See the addition to my post. $I_o$ will be proportional the second power of the slit width, so you need to take that into account in your calculations as well: i.e. the $I_o$ for the half-slit case will be reduced by a factor of 4.

 

[Charles Link]

And yes, I get the right answer. I can give you a couple hints: If you look at the formula I gave you, what is $\frac{b \sin(\theta)}{\lambda}$ when you are at the first zero of intensity, i.e. when $m=1$ in the formula $m \lambda=b \sin(\theta)$ ? $\\$ If you let the slit width be $b'=\frac{b}{2}$, what is the value of $\frac{b' \sin(\theta)}{\lambda}$, knowing what $\frac{b \sin(\theta)}{\lambda}$ was at that same location? $\\$ To get the complete intensity, you also need to know that the new $I_o$ that you write for the halved slit, call it $I_o',$ will have $I_o'=\frac{1}{4} I_o$. The reason for that is you have 1/2 as many Huygens sources all constructively interfering to produce the center of the central maximum. This will mean the $E$ that you compute, (a very simple completely qualitative computation), at the center of the pattern is 1/2 of the $E$ with the full slit, so the $I_o$ which is proportional to $E^2$ will be 1/4 of the $I_o$ of the full slit. $\\$ Also note, at the center of the pattern, the denominator of the intensity formula is zero, but for that case you simply take the limit as $\theta \rightarrow 0$, and the result is $I_o$.

 

[Wombats]

And yes, I get the right answer. I can give you a couple hints: If you look at the formula I gave you, what is $\frac{b \sin(\theta)}{\lambda}$ when you are at the first zero of intensity, i.e. when $m=1$ in the formula $m \lambda=b \sin(\theta)$ ? $\\$ If you let the slit width be $b'=\frac{b}{2}$, what is the value of $\frac{b' \sin(\theta)}{\lambda}$, knowing what $\frac{b \sin(\theta)}{\lambda}$ was at that same location? $\\$ To get the complete intensity, you also need to know that the new $I_o$ that you write for the halved slit, call it $I_o',$ will have $I_o'=\frac{1}{4} I_o$. The reason for that is you have 1/2 as many Huygens sources all constructively interfering to produce the center of the central maximum. This will mean the $E$ that you compute, (a very simple completely qualitative computation), at the center of the pattern is 1/2 of the $E$ with the full slit, so the $I_o$ which is proportional to $E^2$ will be 1/4 of the $I_o$ of the full slit. $\\$ Also note, at the center of the pattern, the denominator of the intensity formula is zero, but for that case you simply take the limit as $\theta \rightarrow 0$, and the result is $I_o$.

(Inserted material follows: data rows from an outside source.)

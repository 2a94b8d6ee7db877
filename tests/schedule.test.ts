import { describe, expect, it } from 'vitest';
import { applyMove } from '#shared/schedule/applyMove.ts';
import { diffDay } from '#shared/schedule/diffDay.ts';
import { driveTime } from '#shared/schedule/driveTime.ts';
import { emptyPlan } from '#shared/schedule/emptyPlan.ts';
import { evaluateDay } from '#shared/schedule/evaluateDay.ts';
import { inverseMove } from '#shared/schedule/inverseMove.ts';
import { settleRun } from '#shared/schedule/settleRun.ts';
import type { DayProblem, Plan, Stop, StopFact } from '#shared/schedule/types.ts';
import { smallDay, smallVan, smallVisit } from './support/smallDay.ts';

const at = (hours: number, minutes = 0) => hours * 3600 + minutes * 60;

/** A plan of visits by id per van, in the order of the problem's vans. */
function planOf(problem: DayProblem, ...runs: (string | Stop)[][]): Plan {
  const placed = new Set(runs.flat().filter((stop) => typeof stop === 'string'));
  return {
    runs: problem.vans.map((van, i) => ({
      vanId: van.vanId,
      stops: (runs[i] ?? []).map((stop): Stop =>
        typeof stop === 'string' ? { kind: 'visit', id: stop, visitId: stop } : stop,
      ),
    })),
    notPlaced: problem.visits.filter(({ id }) => !placed.has(id)).map(({ id }) => id),
  };
}

function tapped(stopId: string, parts: Partial<StopFact>): StopFact {
  return {
    stopId,
    vanId: 'otter',
    drivingSinceSeconds: null,
    arrivedSeconds: null,
    workingSinceSeconds: null,
    leftSeconds: null,
    failedReason: null,
    ...parts,
  };
}

describe('driving by time', () => {
  const bands = [
    { fromSeconds: 0, permille: 1000 },
    { fromSeconds: at(8), permille: 2000 },
    { fromSeconds: at(9), permille: 1000 },
  ];

  it('splits a leg at the edges of its bands', () => {
    expect(driveTime(bands, 600, at(7))).toBe(600);
    expect(driveTime(bands, 600, at(7, 55))).toBe(300 + 600);
    expect(driveTime(bands, 600, at(8, 30))).toBe(1200);
    // 10 minutes in the slow band cover 5, the other 5 after it.
    expect(driveTime(bands, 600, at(8, 50))).toBe(600 + 300);
    expect(driveTime(bands, 6000, at(7, 50))).toBe(600 + 3600 + 3600);
    expect(driveTime([{ fromSeconds: 0, permille: 1250 }], 601, 0)).toBe(751);
  });

  it('never arrives earlier for leaving later', () => {
    for (let base = 1; base < 5000; base += 371)
      for (let depart = at(7); depart < at(10); depart += 13)
        expect(depart + 13 + driveTime(bands, base, depart + 13)).toBeGreaterThanOrEqual(
          depart + driveTime(bands, base, depart),
        );
  });
});
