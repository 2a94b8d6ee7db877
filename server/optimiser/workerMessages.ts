import type { OptimiseProgress, OptimiseResult } from '#shared/optimiser/optimise.ts';
import type { DayProblem, DayTimes, Plan } from '#shared/schedule/types.ts';

/** What the main thread asks of the worker. */
export interface PlanJob {
  job: number;
  problem: DayProblem;
  plan: Plan;
  seed: number;
  seconds: number;
}

/** What the worker tells while and after it works on a job. */
export type PlanNews =
  | { job: number; kind: 'progress'; progress: OptimiseProgress }
  | { job: number; kind: 'best'; plan: Plan; times: DayTimes }
  | { job: number; kind: 'done'; result: OptimiseResult }
  | { job: number; kind: 'failed'; message: string };
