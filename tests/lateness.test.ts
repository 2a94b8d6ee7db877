import { expect, it } from 'vitest';
import { optimise } from '#shared/optimiser/optimise.ts';
import { emptyPlan } from '#shared/schedule/emptyPlan.ts';
import { evaluateDay } from '#shared/schedule/evaluateDay.ts';
import type { DayProblem } from '#shared/schedule/types.ts';
import { randomDay } from './support/randomDay.ts';
import { simulateRun } from './support/simulateRun.ts';
import { townDay } from './support/townDay.ts';

it('gives chances of being late within 2 points of simulation, and late minutes within one', () => {
  const days = [
    townDay(1, 2, 7),
    townDay(2, 2, 7),
    ...[3, 4, 5, 6, 7, 8, 9, 10].map((seed) => spreadDay(seed)),
  ];
  let promises = 0;
  let unsure = 0;
  const apart: string[] = [];
  for (const [i, day] of days.entries()) {
    const { plan } = optimise(day, emptyPlan(day), { seed: i, iterations: 300 });
    for (const run of evaluateDay(day, plan).runs) {
      const seen = simulateRun(day, run, 20_000, 100 + i);
      for (const stop of run.stops) {
        if (stop.onTimePermille === null) continue;
        const { onTime, lateSeconds } = seen.get(stop.stopId)!;
        promises += 1;
        if (onTime < 0.95) unsure += 1;
        const chance = stop.onTimePermille / 1000 - onTime;
        const late = stop.expectedLateSeconds - lateSeconds;
        if (Math.abs(chance) >= 0.02 || Math.abs(late) >= 60)
          apart.push(`day ${i} ${stop.stopId}: chance off by ${chance}, late by ${late} s`);
      }
    }
  }
  expect(apart).toEqual([]);
  // Enough of them, and enough that are not simply safe, for the comparison to mean something.
  expect(promises).toBeGreaterThan(30);
  expect(unsure).toBeGreaterThan(8);
});

/** A random day in which all work and driving has a spread, as real ones have. */
function spreadDay(seed: number): DayProblem {
  const day = randomDay(seed, { vans: 2, visits: 12, rules: false });
  return {
    ...day,
    drive: { ...day.drive, cvPermille: 200 },
    visits: day.visits.map((visit) => ({
      ...visit,
      work: {
        ...visit.work,
        varianceSeconds2: Math.round((visit.work.meanSeconds * 0.25) ** 2),
      },
    })),
  };
}
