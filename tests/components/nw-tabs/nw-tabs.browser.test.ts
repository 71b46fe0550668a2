import { expect, fixture, html } from '@open-wc/testing';
import { sendKeys } from '@web/test-runner-commands';
import '../../../components/nw-tabs/nw-tabs.ts';
import type { NwTabs } from '../../../components/nw-tabs/nw-tabs.ts';
import { expectAccessibleInBothThemes, setTheme } from '../both-themes.ts';

const TABS = ['Listen', 'Swap', 'Sheet'].map((label) => ({ id: label.toLowerCase(), label }));

describe('nw-tabs', () => {
  const make = async (): Promise<NwTabs> => {
    setTheme(undefined);
    return fixture<NwTabs>(html`<nw-tabs label="Tasks" .tabs=${TABS} chosen="listen"><p>Panel</p></nw-tabs>`);
  };
  const tabs = (element: NwTabs): HTMLElement[] => [
    ...element.shadowRoot!.querySelectorAll<HTMLElement>('[role=tab]'),
  ];

  it('is accessible in both themes', async () => {
    await expectAccessibleInBothThemes(await make());
  });

  for (const [key, expected] of [
    ['ArrowRight', 'swap'],
    ['ArrowLeft', 'sheet'],
    ['End', 'sheet'],
    ['Home', 'listen'],
  ] as const) {
    it(`answers ${key}`, async () => {
      const element = await make();
      tabs(element)[0]!.focus();
      await sendKeys({ press: key });
      await element.updateComplete;
      expect(element.chosen).to.equal(expected);
    });
  }

  it('mirrors the arrows where the text runs from right to left', async () => {
    const element = await make();
    element.style.direction = 'rtl';
    tabs(element)[0]!.focus();
    await sendKeys({ press: 'ArrowLeft' });
    await element.updateComplete;
    expect([element.chosen, element.shadowRoot!.activeElement?.textContent?.trim()]).to.deep.equal([
      'swap',
      'Swap',
    ]);
  });

  it('can be reached by the Tab key before anything is chosen', async () => {
    const element = await make();
    element.chosen = '';
    await element.updateComplete;
    expect(tabs(element).map((tab) => tab.tabIndex)).to.deep.equal([0, -1, -1]);
  });

  it('says nothing when code sets it, and works after being moved in the page', async () => {
    const element = await make();
    let told = 0;
    element.addEventListener('change', () => {
      told += 1;
    });
    element.chosen = 'sheet';
    await element.updateComplete;
    const parent = element.parentElement!;
    element.remove();
    parent.append(element);
    expect(told).to.equal(0);
    tabs(element)[1]!.click();
    expect([told, element.chosen]).to.deep.equal([1, 'swap']);
  });

  it('has one tab in the order of the Tab key, and tells of a choice once', async () => {
    const element = await make();
    let told = 0;
    element.addEventListener('change', () => {
      told += 1;
    });
    tabs(element)[1]!.click();
    tabs(element)[1]!.click();
    await element.updateComplete;
    expect(tabs(element).map((tab) => tab.tabIndex)).to.deep.equal([-1, 0, -1]);
    expect(told).to.equal(1);
  });
});
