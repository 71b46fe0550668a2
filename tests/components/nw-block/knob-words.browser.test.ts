import { expect } from '@open-wc/testing';
import { knobWords } from '../../../components/nw-block/knob-words.ts';
import { defaultSettings, withKnob, withPart } from '../../../src/blocks/settings.ts';
import { toneThreeKnob } from '../../../src/blocks/tone-three-knob.ts';
import { NotchworkError } from '../../../src/errors.ts';
import { rotation } from '../../../src/units.ts';

describe('knobWords', () => {
  const settings = defaultSettings(toneThreeKnob);

  it('tells both halves of a potentiometer, the lower one first', () => {
    // 250 kΩ, linear, at 6 of 10: 0.6 × 250 and 0.4 × 250.
    const { readout, spoken } = knobWords(toneThreeKnob, settings, 'treble');
    expect(readout).to.equal('150k · 100k');
    expect(spoken).to.equal('150 kilohms below the wiper, 100 kilohms above');
  });

  it('tells of a variable resistor how much of the whole is in use', () => {
    // 500 kΩ, audio taper with 15 % of the track at half turn.
    const { readout, spoken } = knobWords(toneThreeKnob, settings, 'bass');
    expect(readout).to.equal('75k of 500k');
    expect(spoken).to.equal('75 kilohms of 500 kilohms');
  });

  it('follows the wiring: a middle control may be either', () => {
    const rheostat = { ...settings, choices: { ...settings.choices, middleWiring: 'rheostat' } };
    expect(knobWords(toneThreeKnob, settings, 'middle').readout).to.equal('12k5 · 12k5');
    expect(knobWords(toneThreeKnob, rheostat, 'middle').readout).to.equal('12k5 of 25k');
  });

  it('follows position and value, to the stops', () => {
    const up = withKnob(withPart(settings, 'treblePot', 1e6), 'treble', rotation(1));
    expect(knobWords(toneThreeKnob, up, 'treble').readout).to.equal('1M · 0');
    expect(knobWords(toneThreeKnob, withKnob(settings, 'bass', rotation(0)), 'bass').readout).to.equal(
      '0 of 500k',
    );
  });

  it('says which knobs there are where one is not', () => {
    expect(() => knobWords(toneThreeKnob, settings, 'depth'))
      .to.throw(NotchworkError, /treble, bass, middle/)
      .with.property('code', 'design-invalid');
  });
});
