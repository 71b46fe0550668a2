import { expect, fixture, html, waitUntil } from '@open-wc/testing';
import { sendKeys, setViewport } from '@web/test-runner-commands';
import '../../../components/nw-app/nw-app.ts';
import type { NwApp } from '../../../components/nw-app/nw-app.ts';
import { activeVoicing } from '../../../src/design/design.ts';
import { writeWav } from '../../../src/sheet/wav.ts';
import { expectAccessibleInBothThemes, setTheme } from '../both-themes.ts';

async function make(): Promise<NwApp> {
  localStorage.clear();
  setTheme(undefined);
  const app = await fixture<NwApp>(html`<nw-app></nw-app>`);
  await waitUntil(() => app.bench.sound.clip.value?.overview !== undefined, 'the demo clip', {
    timeout: 10_000,
  });
  await waitUntil(() => customElements.get('nw-swap-panel') !== undefined, 'the rest of the page');
  await app.updateComplete;
  return app;
}

const inside = <Found extends Element>(root: Element, ...path: string[]): Found =>
  path.reduce<Element>((from, selector) => from.shadowRoot!.querySelector(selector)!, root) as Found;
const block = (app: NwApp, slot: string): Element =>
  [...inside(app, 'nw-line').shadowRoot!.querySelectorAll('nw-block')].find(
    (entry) => entry.block.slot === slot,
  )!;
const tone = (app: NwApp) => activeVoicing(app.bench.store.design.value).line.tone.variants['three-knob']!;
const steps = (app: NwApp) => app.bench.store.history.value.past.map((step) => step.name);

function drop(name: string, bytes: Uint8Array<ArrayBuffer>): void {
  const transfer = new DataTransfer();
  transfer.items.add(new File([bytes], name));
  window.dispatchEvent(new DragEvent('drop', { dataTransfer: transfer, bubbles: true, cancelable: true }));
}

const message = (app: NwApp): string => app.bench.sound.message.value?.text ?? '';

/** A sine as a WAV file. */
function tones(sampleRate: number, seconds: number, level = 0.5): Uint8Array<ArrayBuffer> {
  const frames = Math.round(sampleRate * seconds);
  const samples = Float32Array.from(
    { length: frames },
    (_, frame) => level * Math.sin((2 * Math.PI * 220 * frame) / sampleRate),
  );
  return writeWav({ sampleRate, frames, channels: [samples] }, 24);
}

describe('nw-app', () => {
  afterEach(async () => {
    await setViewport({ width: 1280, height: 900 });
  });

  for (const [width, height] of [
    [1280, 900],
    [360, 780],
  ] as const) {
    it(`is accessible in both themes at ${width} × ${height}`, async () => {
      await setViewport({ width, height });
      await expectAccessibleInBothThemes(await make());
    });
  }

  it('needs no horizontal scrolling at 320 px', async () => {
    await setViewport({ width: 320, height: 700 });
    await make();
    expect(document.documentElement.scrollWidth).to.be.at.most(320);
  });

  it('turns a knob by key: curve and figures follow, one step can be undone and made again', async () => {
    const app = await make();
    const plot = inside<HTMLElement & { curves: readonly { values: Float64Array }[] }>(
      app,
      'nw-plot-panel',
      'nw-plot',
    );
    const before = plot.curves.at(-1)!.values;
    inside<HTMLElement>(block(app, 'tone'), 'nw-knob').focus();
    await sendKeys({ press: 'PageUp' });
    await app.updateComplete;
    expect(tone(app).knobs['treble']).to.equal(0.7);
    expect(plot.curves.at(-1)!.values).not.to.deep.equal(before);
    expect(steps(app)).to.deep.equal(['treble to 7.0']);
    await sendKeys({ down: 'Control' });
    await sendKeys({ press: 'z' });
    await sendKeys({ up: 'Control' });
    expect(tone(app).knobs['treble']).to.equal(0.6);
    await sendKeys({ down: 'Control' });
    await sendKeys({ press: 'y' });
    await sendKeys({ up: 'Control' });
    expect(tone(app).knobs['treble']).to.equal(0.7);
  });

  it('tries a value without a step, puts it back, and keeps one as one step', async () => {
    const app = await make();
    inside<HTMLElement>(block(app, 'tone'), 'nw-part-chip:nth-of-type(2)', 'button').click();
    await waitUntil(
      () => app.shadowRoot!.querySelector('nw-swap-panel')?.shadowRoot?.querySelector('.key') !== null,
    );
    const key = (index: number) =>
      [...inside(app, 'nw-swap-panel').shadowRoot!.querySelectorAll<HTMLElement>('.key')][index]!;
    key(5).click();
    await app.updateComplete;
    expect([tone(app).parts['trebleCap'], steps(app)]).to.deep.equal([560e-12, []]);
    await waitUntil(
      () => inside(app, 'nw-swap-panel', '.primary') !== null,
      'the value to be shown as tried',
    );
    key(5).click();
    expect([tone(app).parts['trebleCap'], steps(app)]).to.deep.equal([390e-12, []]);
    await waitUntil(() => inside(app, 'nw-swap-panel', '.primary') === null, 'the value to be put back');
    key(5).click();
    await waitUntil(() => inside(app, 'nw-swap-panel', '.primary') !== null, 'the button that keeps it');
    inside<HTMLElement>(app, 'nw-swap-panel', '.primary').click();
    expect(tone(app).parts['trebleCap']).to.equal(560e-12);
    expect(steps(app)).to.deep.equal(['treble capacitor 390\u202fpF to 560\u202fpF']);
  });

  it('keeps voicings and switches between them by figure keys', async () => {
    const app = await make();
    [...inside(app, 'nw-voicings').shadowRoot!.querySelectorAll<HTMLElement>('.voicing')].at(-1)!.click();
    expect(app.bench.store.design.value.active).to.equal('B');
    (document.activeElement as HTMLElement | null)?.blur();
    await sendKeys({ press: '1' });
    expect(app.bench.store.design.value.active).to.equal('A');
    await sendKeys({ press: '2' });
    expect(app.bench.store.design.value.active).to.equal('B');
  });

  it('takes a block out of the line and puts it back', async () => {
    const app = await make();
    const level = () => app.bench.active.value.analysis.spans.length;
    expect(level()).to.equal(2);
    inside<HTMLElement>(block(app, 'power'), 'nw-switch', 'input').click();
    expect(level()).to.equal(1);
    inside<HTMLElement>(block(app, 'power'), 'nw-switch', 'input').click();
    expect(level()).to.equal(2);
  });

  it('draws phase and the digital difference when asked, and keeps a pinned curve', async () => {
    const app = await make();
    const plot = inside<HTMLElement & { curves: readonly { id: string; values: Float64Array }[] }>(
      app,
      'nw-plot-panel',
      'nw-plot',
    );
    const press = (words: string) =>
      [...inside(app, 'nw-plot-panel').shadowRoot!.querySelectorAll<HTMLElement>('.toggle')]
        .find((button) => button.textContent!.trim() === words)!
        .click();
    press('Pin');
    await app.updateComplete;
    expect(plot.curves.map((curve) => curve.id)).to.include('pinned');
    for (const words of ['Phase', 'Digital difference']) {
      press(words);
      await waitUntil(() => plot.curves.at(-1)!.values.some(Number.isFinite), words);
    }
    // The topmost octave of the bilinear transform at 48 kHz lies below the circuit with its 47 pF load.
    const { frequencies, values } = plot.curves.at(-1)! as unknown as {
      frequencies: Float64Array;
      values: Float64Array;
    };
    expect(values[frequencies.findIndex((frequency) => frequency > 20_000)]).to.be.lessThan(-0.05);
    expect(Math.abs(values[0]!)).to.be.lessThan(1e-3);
  });

  it('follows the theme that was chosen', async () => {
    const app = await make();
    const button = [...inside(app, 'nw-header').shadowRoot!.querySelectorAll<HTMLElement>('button')][2]!;
    button.click();
    await app.updateComplete;
    expect(document.documentElement.dataset['theme']).to.equal('light');
    button.click();
    await app.updateComplete;
    expect(document.documentElement.dataset['theme']).to.equal('dark');
    button.click();
    await app.updateComplete;
    expect(document.documentElement.dataset['theme']).to.equal(undefined);
  });

  for (const [what, name, bytes, words] of [
    ['an empty file', 'empty.wav', new Uint8Array(0), /empty/],
    ['a text with the name of a WAV', 'diary.wav', new TextEncoder().encode('Dear diary'), /WAV/],
    ['a truncated WAV', 'cut.wav', tones(48_000, 0.5).slice(0, 20_000), /early/],
    [
      'something that no browser decodes',
      'odd.flac',
      new Uint8Array([0x66, 0x4c, 0x61, 0x43, 1, 2, 3, 4]),
      /./,
    ],
  ] as const) {
    it(`says what is wrong with ${what}, and keeps the clip it had`, async () => {
      const app = await make();
      drop(name, bytes as Uint8Array<ArrayBuffer>);
      await waitUntil(() => message(app) !== '', 'a message', { timeout: 10_000 });
      await app.updateComplete;
      expect(message(app)).to.match(words);
      expect(inside(app, 'nw-play-bar').querySelector('nw-notice')!.textContent).to.contain(message(app));
      expect(app.bench.sound.clip.value?.title).to.equal('Ringing chords');
      expect(app.bench.sound.loading.value).to.equal(undefined);
    });
  }

  for (const rate of [8000, 192_000]) {
    it(`takes a recording at ${rate} Hz`, async () => {
      const app = await make();
      drop('own take.wav', tones(rate, 0.5));
      await waitUntil(() => app.bench.sound.clip.value?.title === 'own take', 'the recording', {
        timeout: 10_000,
      });
      expect(app.bench.sound.clip.value!.clip.sampleRate).to.equal(rate);
      await waitUntil(() => app.bench.sound.gain.value !== undefined, 'its loudness', { timeout: 10_000 });
    });
  }

  it('takes a silent recording, and says that it is silent', async () => {
    const app = await make();
    drop('nothing.wav', tones(48_000, 0.5, 0));
    await waitUntil(() => app.bench.sound.clip.value?.title === 'nothing', 'the recording', {
      timeout: 10_000,
    });
    expect(message(app)).to.match(/silent/);
    await waitUntil(() => app.bench.sound.gain.value === undefined);
  });

  it('brings back the design when the page is opened again', async () => {
    const app = await make();
    inside<HTMLElement>(block(app, 'tone'), 'nw-knob').focus();
    await sendKeys({ press: 'PageUp' });
    await waitUntil(() => localStorage.getItem('notchwork-design') !== null, 'the design to be kept');
    app.remove();
    const again = await fixture<NwApp>(html`<nw-app></nw-app>`);
    await waitUntil(() => tone(again).knobs['treble'] === 0.7, 'the design to come back');
  });

  it('opens a design that is dropped, as one step; refuses a broken one and says why', async () => {
    const app = await make();
    const text = JSON.stringify({ ...app.bench.store.design.value, title: 'From a file' });
    drop('loft.json', new TextEncoder().encode(text) as Uint8Array<ArrayBuffer>);
    await waitUntil(() => app.bench.store.design.value.title === 'From a file', 'the design');
    expect(steps(app)).to.deep.equal(['opening “From a file”']);
    drop('broken.json', new TextEncoder().encode('{') as Uint8Array<ArrayBuffer>);
    await waitUntil(() => message(app).includes('broken.json'), 'a message');
    expect(app.bench.store.design.value.title).to.equal('From a file');
  });

  it('refuses a region without length', async () => {
    const app = await make();
    app.bench.sound.setRegion(2, 2, true);
    expect(message(app)).to.match(/no length/);
    expect(app.bench.sound.region.value).to.equal(undefined);
  });

  it('reaches every control by the Tab key alone', async () => {
    const app = await make();
    const wanted = new Set([
      'nw-knob',
      'nw-part-chip',
      'nw-switch',
      'nw-tabs',
      'nw-plot',
      'nw-waveform',
      'nw-menu',
      'nw-header',
      'nw-play-bar',
      'nw-voicings',
      'nw-plot-panel',
      'nw-block',
      'nw-listen-panel',
    ]);
    const reached = new Set<string>();
    (document.activeElement as HTMLElement | null)?.blur();
    for (let presses = 0; presses < 80; presses += 1) {
      await sendKeys({ press: 'Tab' });
      let focused = document.activeElement;
      while (focused?.shadowRoot?.activeElement) {
        reached.add(focused.localName);
        focused = focused.shadowRoot.activeElement;
      }
    }
    expect([...wanted].filter((name) => !reached.has(name))).to.deep.equal([]);
    expect(app.isConnected).to.equal(true);
  });

  it('works on after being taken out of the page and put back', async () => {
    const app = await make();
    const parent = app.parentElement!;
    app.remove();
    parent.append(app);
    await app.updateComplete;
    inside<HTMLElement>(block(app, 'tone'), 'nw-knob').focus();
    await sendKeys({ press: 'ArrowUp' });
    expect(tone(app).knobs['treble']).to.equal(0.61);
  });
});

Thank you that makes sense now.

 

[Charles Link]

Thank you that makes sense now.

So what did your $I(\theta)$ look like at point $X$ for the halved-slit? As a homework helper, I'm not supposed to give the answer, but for the sake of completeness, please show the result of $I(\theta)=I_o' \,\frac{\sin^2( \pi b' \sin(\theta)/\lambda)}{(\pi b' \sin(\theta)/\lambda)^2}$ for the halved-slit at point $X$. The result is quite simple, but please show us the result you got.

 

[Wombats]

So what did your $I(\theta)$ look like at point $X$ for the halved-slit? As a homework helper, I'm not supposed to give the answer, but for the sake of completeness, please show the result of $I(\theta)=I_o' \,\frac{\sin^2( \pi b' \sin(\theta)/\lambda)}{(\pi b' \sin(\theta)/\lambda)^2}$ for the halved-slit at point $X$. The result is quite simple, but please show us the result you got.

The result I got for the coefficient was $\frac{\sin^2(\frac{ \pi}{2})}{(\pi^2)}$ which is equal to 0.1013 which was the correct answer on the solution sheet.